Service Level Agreement (SLA) - Temporal Cloud

What is Temporal Cloud's Service Level Agreement? SLA?

Temporal Cloud provides 99.99% availability, and its service level agreement (SLA) has a 99.9% guarantee against service errors.

To calculate the service-error rate, we capture all requests that arrive in a Namespace during a five-minute interval and record the number of gRPC service errors that occurred. For each Namespace, we calculate the service-error rate as 1 - (count of errors / count of requests). Rates are averaged per month and reset quarterly.
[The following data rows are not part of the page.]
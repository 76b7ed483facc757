"""JSON, CSV and LaTeX renderings of lists of strata (stable graphs).

The JSON shape is a contract::

    {"target_genus": h, "points": n, "strata": [GRAPH, ...]}

with ``GRAPH`` as in :meth:`covertree.graphs.curve_graph.CurveGraph.to_dict`.

Examples
--------
>>> from covertree.graphs import stable_graphs
>>> graphs = stable_graphs(1, 1)
>>> print(strata_csv(graphs), end="")
index,codim,vertices,automorphisms,notation
1,0,1,1,g1{1}
2,1,1,2,g0{1} | 0-0
>>> print(strata_latex(graphs))  # doctest: +NORMALIZE_WHITESPACE
\\begin{tabular}{rrrrl}
\\hline
\\# & codim & $|V|$ & $|\\mathrm{Aut}|$ & graph \\\\
\\hline
1 & 0 & 1 & 1 & \\texttt{g1\\{1\\}} \\\\
2 & 1 & 1 & 2 & \\texttt{g0\\{1\\} | 0-0} \\\\
\\hline
\\end{tabular}
"""

from __future__ import annotations

import csv
import io
import json
from collections.abc import Sequence

from covertree.graphs.curve_graph import CurveGraph

__all__ = ["STRATA_COLUMNS", "latex_escape", "notation_math", "strata_csv", "strata_json", "strata_latex", "strata_rows"]

#: Column names of the CSV rendering (and of the table of the command line).
STRATA_COLUMNS = ("index", "codim", "vertices", "automorphisms", "notation")


def strata_rows(graphs: Sequence[CurveGraph]) -> list[tuple]:
    """One row ``(index, codim, vertices, automorphisms, notation)`` per graph,
    numbered from 1.

    Examples
    --------
    >>> from covertree.graphs import stable_graphs
    >>> strata_rows(stable_graphs(0, 3))
    [(1, 0, 1, 1, 'g0{1,2,3}')]
    """
    return [
        (i, g.codim, g.n_vertices, g.automorphisms, g.notation)
        for i, g in enumerate(graphs, start=1)
    ]


def strata_json(target_genus: int, points: int, graphs: Sequence[CurveGraph]) -> str:
    """The JSON document ``{"target_genus", "points", "strata"}``.

    Examples
    --------
    >>> from covertree.graphs import stable_graphs
    >>> data = json.loads(strata_json(0, 3, stable_graphs(0, 3)))
    >>> data["points"], data["strata"][0]["vertices"]
    (3, [{'genus': 0, 'legs': [1, 2, 3]}])
    """
    document = {
        "target_genus": target_genus,
        "points": points,
        "strata": [g.to_dict() for g in graphs],
    }
    return json.dumps(document, indent=2) + "\n"


def strata_csv(graphs: Sequence[CurveGraph]) -> str:
    """CSV with a header row and the columns of :data:`STRATA_COLUMNS`."""
    buffer = io.StringIO()
    writer = csv.writer(buffer, lineterminator="\n")
    writer.writerow(STRATA_COLUMNS)
    writer.writerows(strata_rows(graphs))
    return buffer.getvalue()


def strata_latex(graphs: Sequence[CurveGraph]) -> str:
    """A LaTeX ``tabular`` (no packages needed) listing the strata."""
    lines = [
        r"\begin{tabular}{rrrrl}",
        r"\hline",
        r"\# & codim & $|V|$ & $|\mathrm{Aut}|$ & graph \\",
        r"\hline",
    ]
    for i, codim, n_vertices, aut, notation in strata_rows(graphs):
        lines.append(rf"{i} & {codim} & {n_vertices} & {aut} & \texttt{{{latex_escape(notation)}}} \\")
    lines += [r"\hline", r"\end{tabular}"]
    return "\n".join(lines)


def latex_escape(text: str) -> str:
    r"""Escape the characters of the graph notation that LaTeX treats specially.

    Examples
    --------
    >>> print(latex_escape("g0{1} | 0-1^2"))
    g0\{1\} | 0-1\^{}2
    """
    out = []
    for char in text:
        if char in "{}#%&_$":
            out.append("\\" + char)
        elif char == "^":
            out.append(r"\^{}")
        elif char == "\\":
            out.append(r"\textbackslash{}")
        else:
            out.append(char)
    return "".join(out)


def notation_math(notation: str) -> str:
    r"""Our graph notation in math mode: ``g0{1,2}`` -> ``g_{0}\{1,2\}``.

    >>> print(notation_math("g0{1}, g1 | 0-1"))
    $g_{0}\{1\}, g_{1} \mid  0-1$
    """
    body = latex_escape(notation).replace(r"\^{}", "^").replace("|", r"\mid ")
    out, i = [], 0
    while i < len(body):
        if body[i] == "g" and i + 1 < len(body) and body[i + 1].isdigit():
            j = i + 1
            while j < len(body) and body[j].isdigit():
                j += 1
            out.append(f"g_{{{body[i + 1:j]}}}")
            i = j
        else:
            out.append(body[i])
            i += 1
    return "$" + "".join(out) + "$"
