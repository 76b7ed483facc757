"""Writing output files safely (the rules every ``-o`` follows).

* A regular file (or a new name) is replaced atomically: the text goes to a
  temporary file in the same folder, which takes the place of the target only
  when complete, with the mode of the file it replaces.
* Anything else that exists (a device node, a fifo, ``/dev/stdout``) is
  written through, never replaced.
* A symbolic link is followed to an existing target; a dangling link is
  refused (it would create a file outside the requested path).
* Temporary files are named ``.NAME.covertree-partial-HOST-PID-XXXXXXXX``
  (``HOST`` the machine, ``PID`` the writing process).  They are removed when
  the write fails or is interrupted; one left behind by a killed process (of
  this machine, its PID no longer running) is removed by the next write into
  the same folder.

Examples
--------
>>> import os, tempfile
>>> folder = tempfile.mkdtemp()
>>> path = os.path.join(folder, "out.txt")
>>> with atomic_output(path) as handle:
...     _ = handle.write("done")
>>> open(path).read(), sorted(os.listdir(folder))
('done', ['out.txt'])
"""

from __future__ import annotations

import os
import re
import stat
from collections.abc import Iterator
from contextlib import contextmanager
from typing import IO

from covertree.errors import InputError

__all__ = ["atomic_output", "destination_problem", "is_leftover", "partial_prefix", "remove_leftovers", "same_file"]

_LEFTOVER = re.compile(r"^\..+\.covertree-partial-([A-Za-z0-9_]+)-(\d+)-[a-z0-9_]+$")


def _host() -> str:
    """This machine's name as it appears in temporary file names."""
    import socket  # imported when a file is written, not at start-up

    return re.sub(r"[^A-Za-z0-9]", "_", socket.gethostname())[:40] or "host"


def partial_prefix(name: str) -> str:
    """The start of the temporary file name used while writing ``name``.

    >>> partial_prefix("out.json").startswith(".out.json.covertree-partial-")
    True
    """
    return f".{name[:100]}.covertree-partial-{_host()}-{os.getpid()}-"


def destination_problem(output: str) -> str | None:
    """Why ``output`` can never be written (one phrase), or ``None``.

    >>> destination_problem("")
    'empty file name; give a path'
    """
    if output == "":
        return "empty file name; give a path"
    if "\0" in output:
        return f"{_short(output)} contains a NUL character"
    found = _stat(output)
    if found is None and os.path.islink(output):
        return f"{_short(output)} is a link to the missing {_short(os.readlink(output))}; remove the link or give another name"
    if found is not None:
        return f"{_short(output)} is a folder; give a file" if stat.S_ISDIR(found.st_mode) else None
    return _folder_problem(os.path.dirname(os.path.realpath(output)))


def _folder_problem(directory: str) -> str | None:
    if not os.path.exists(directory):
        return f"folder {_short(directory)} does not exist"
    if not os.path.isdir(directory):
        return f"{_short(directory)} is a file, not a folder"
    if not os.access(directory, os.W_OK | os.X_OK):
        return f"folder {_short(directory)} is not writable"
    return None


def _stat(path: str) -> os.stat_result | None:
    """``os.stat`` (links followed, ``/dev/stdout`` too), ``None`` if missing."""
    try:
        return os.stat(path)
    except (FileNotFoundError, NotADirectoryError):
        return None


def _short(text: str) -> str:
    return repr(text) if len(text) <= 200 else f"{text[:60]!r}... ({len(text)} characters)"


def same_file(first: str, second: str) -> bool:
    """True when the two names lead to one file (through links, hard links too).

    >>> same_file("/a/../b", "/b")
    True
    """
    try:
        return os.path.samefile(first, second)
    except OSError:
        return os.path.realpath(first) == os.path.realpath(second)


def is_leftover(name: str) -> bool:
    """True for the name of a temporary file whose writer is no longer running.

    >>> is_leftover(partial_prefix("out.json").replace(str(os.getpid()), "999999999") + "abcd1234")
    True
    >>> is_leftover("out.json")
    False
    """
    match = _LEFTOVER.match(name)
    return match is not None and match.group(1) == _host() and not _running(int(match.group(2)))


def _running(pid: int) -> bool:
    if pid == os.getpid():
        return True
    try:
        os.kill(pid, 0)
    except ProcessLookupError:
        return False
    except PermissionError:
        return True
    except (OverflowError, ValueError):
        return False
    return True


def remove_leftovers(directory: str) -> list[str]:
    """Remove the temporary files of killed writers in ``directory``; returns
    their names (sorted)."""
    try:
        names = sorted(n for n in os.listdir(directory) if is_leftover(n))
    except OSError:
        return []
    for name in names:
        try:
            os.unlink(os.path.join(directory, name))
        except OSError:
            pass
    return names


def _writes_through(output: str) -> bool:
    """True when ``output`` exists and is not a regular file (a device, a
    fifo, a terminal, ``/dev/stdout``): such a target is written into."""
    found = _stat(output)
    return found is not None and not stat.S_ISREG(found.st_mode)


@contextmanager
def atomic_output(output: str, binary: bool = False) -> Iterator[IO]:
    """A stream whose content becomes ``output`` when the block succeeds
    (atomically for regular files; see the module docstring).

    Raises
    ------
    InputError
        If ``output`` can never be written (:func:`destination_problem`).
    """
    problem = destination_problem(output)
    if problem is not None:
        raise InputError(f"--output: {problem}")
    mode, encoding = ("wb", None) if binary else ("w", "utf-8")
    if _writes_through(output):
        with open(output, mode, encoding=encoding) as handle:
            yield handle
        return
    target = os.path.realpath(output)
    directory, name = os.path.split(target)
    remove_leftovers(directory)
    import tempfile  # imported when a file is written, not at start-up

    fd, tmp = tempfile.mkstemp(dir=directory, prefix=partial_prefix(name))
    try:
        with os.fdopen(fd, mode, encoding=encoding) as handle:
            yield handle
        _publish(tmp, target)
    finally:
        if os.path.exists(tmp):
            os.unlink(tmp)


def _publish(tmp: str, target: str) -> None:
    """Give ``tmp`` the mode (and, where allowed, the owner) of the file it
    replaces, or the usual mode of a new file, and move it into place in one
    step."""
    if os.path.isfile(target):
        old = os.stat(target)
        mode = old.st_mode & 0o7777
        _keep_owner(tmp, old)
    else:
        mask = os.umask(0)
        os.umask(mask)
        mode = 0o666 & ~mask
    os.chmod(tmp, mode)
    os.replace(tmp, target)


def _keep_owner(tmp: str, old: os.stat_result) -> None:
    """Give ``tmp`` the owner and group of the replaced file when permitted."""
    if (old.st_uid, old.st_gid) == (os.geteuid(), os.getegid()):
        return
    try:
        os.chown(tmp, old.st_uid, old.st_gid)
    except OSError:
        pass
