@dataclass(frozen=True)
class Layout:
    """Positions and directions of a drawing.

    Attributes
    ----------
    positions : list of (x, y)
        Centre of each vertex.
    bends : list of int
        Per edge (input order): bend angle in degrees, 0 straight, positive
        to the left of the direction ``a -> b`` (ignored for loops).
    loop_angles, leg_angles : list of float
        Per edge (``None`` if not a loop) and per leg (in the order of
        ``legs`` flattened): the direction in degrees.
    label_pos : list of float
        Per edge: where along it its label sits (0 to 1), moved off the
        middle when two labels would meet (crossing chords).
    """

    positions: list[tuple[float, float]]
    bends: list[int]
    loop_angles: list[float | None]
    leg_angles: list[float]
    label_pos: list[float]

    def edge_point(self, edges: Sequence[tuple[int, int]], k: int, t: float) -> tuple[float, float]:
        """The point at parameter ``t`` of edge ``k`` (a circular-arc
        approximation by a quadratic curve; loops: the far end of the loop)."""
        a, b = edges[k]
        (x0, y0), (x1, y1) = self.positions[a], self.positions[b]
        if a == b:
            angle = math.radians(self.loop_angles[k])
            return x0 + LOOP_REACH * math.cos(angle), y0 + LOOP_REACH * math.sin(angle)
        cx, cy = self.control(edges, k)
        u = 1 - t
        return u * u * x0 + 2 * u * t * cx + t * t * x1, u * u * y0 + 2 * u * t * cy + t * t * y1

    def label_point(self, edges: Sequence[tuple[int, int]], k: int) -> tuple[float, float]:
        """Where the label of edge ``k`` sits."""
        return self.edge_point(edges, k, self.label_pos[k])

    def control(self, edges: Sequence[tuple[int, int]], k: int) -> tuple[float, float]:
        """Control point of the quadratic curve of a non-loop edge ``k``:
        twice the sagitta ``(d/2) tan(bend/2)`` off the chord, to the left of
        ``a -> b`` for a positive bend."""
        a, b = edges[k]
        (x0, y0), (x1, y1) = self.positions[a], self.positions[b]
        dx, dy = x1 - x0, y1 - y0
        sagitta = math.tan(math.radians(self.bends[k]) / 2) / 2
        return (x0 + x1) / 2 - dy * sagitta * 2, (y0 + y1) / 2 + dx * sagitta * 2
Errors that are recorded against the SLA are service errors, such as the UNAVAILABLE gRPC status code.

Errors that aren't counted against the SLA include the following:

  • ClientVersionNotSupported
  • InvalidArgument
  • NamespaceAlreadyExists
  • NamespaceInvalidState
  • NamespaceNotActive
  • NamespaceNotFound
  • NotFound
  • PermissionDenied
  • QueryFailed
  • RetryReplication
  • ShardOwnershipLost
  • StickyWorkerUnavailable
  • TaskAlreadyStarted
  • Throttling (resources exhausted; triggers retry)
  • WorkflowExecutionAlreadyStarted
  • WorkflowNotReady

Our internal alerting system is based on our service level objectives (SLO) for all errors, not just errors that count against the SLA. When we receive an alert that an SLO is not being met, we page our on-call engineers, which often means that issues are resolved before they become noticeable.

Internally, our components are distributed across a minimum of three availability zones per region.

For current system status and information about recent incidents, see Temporal Status.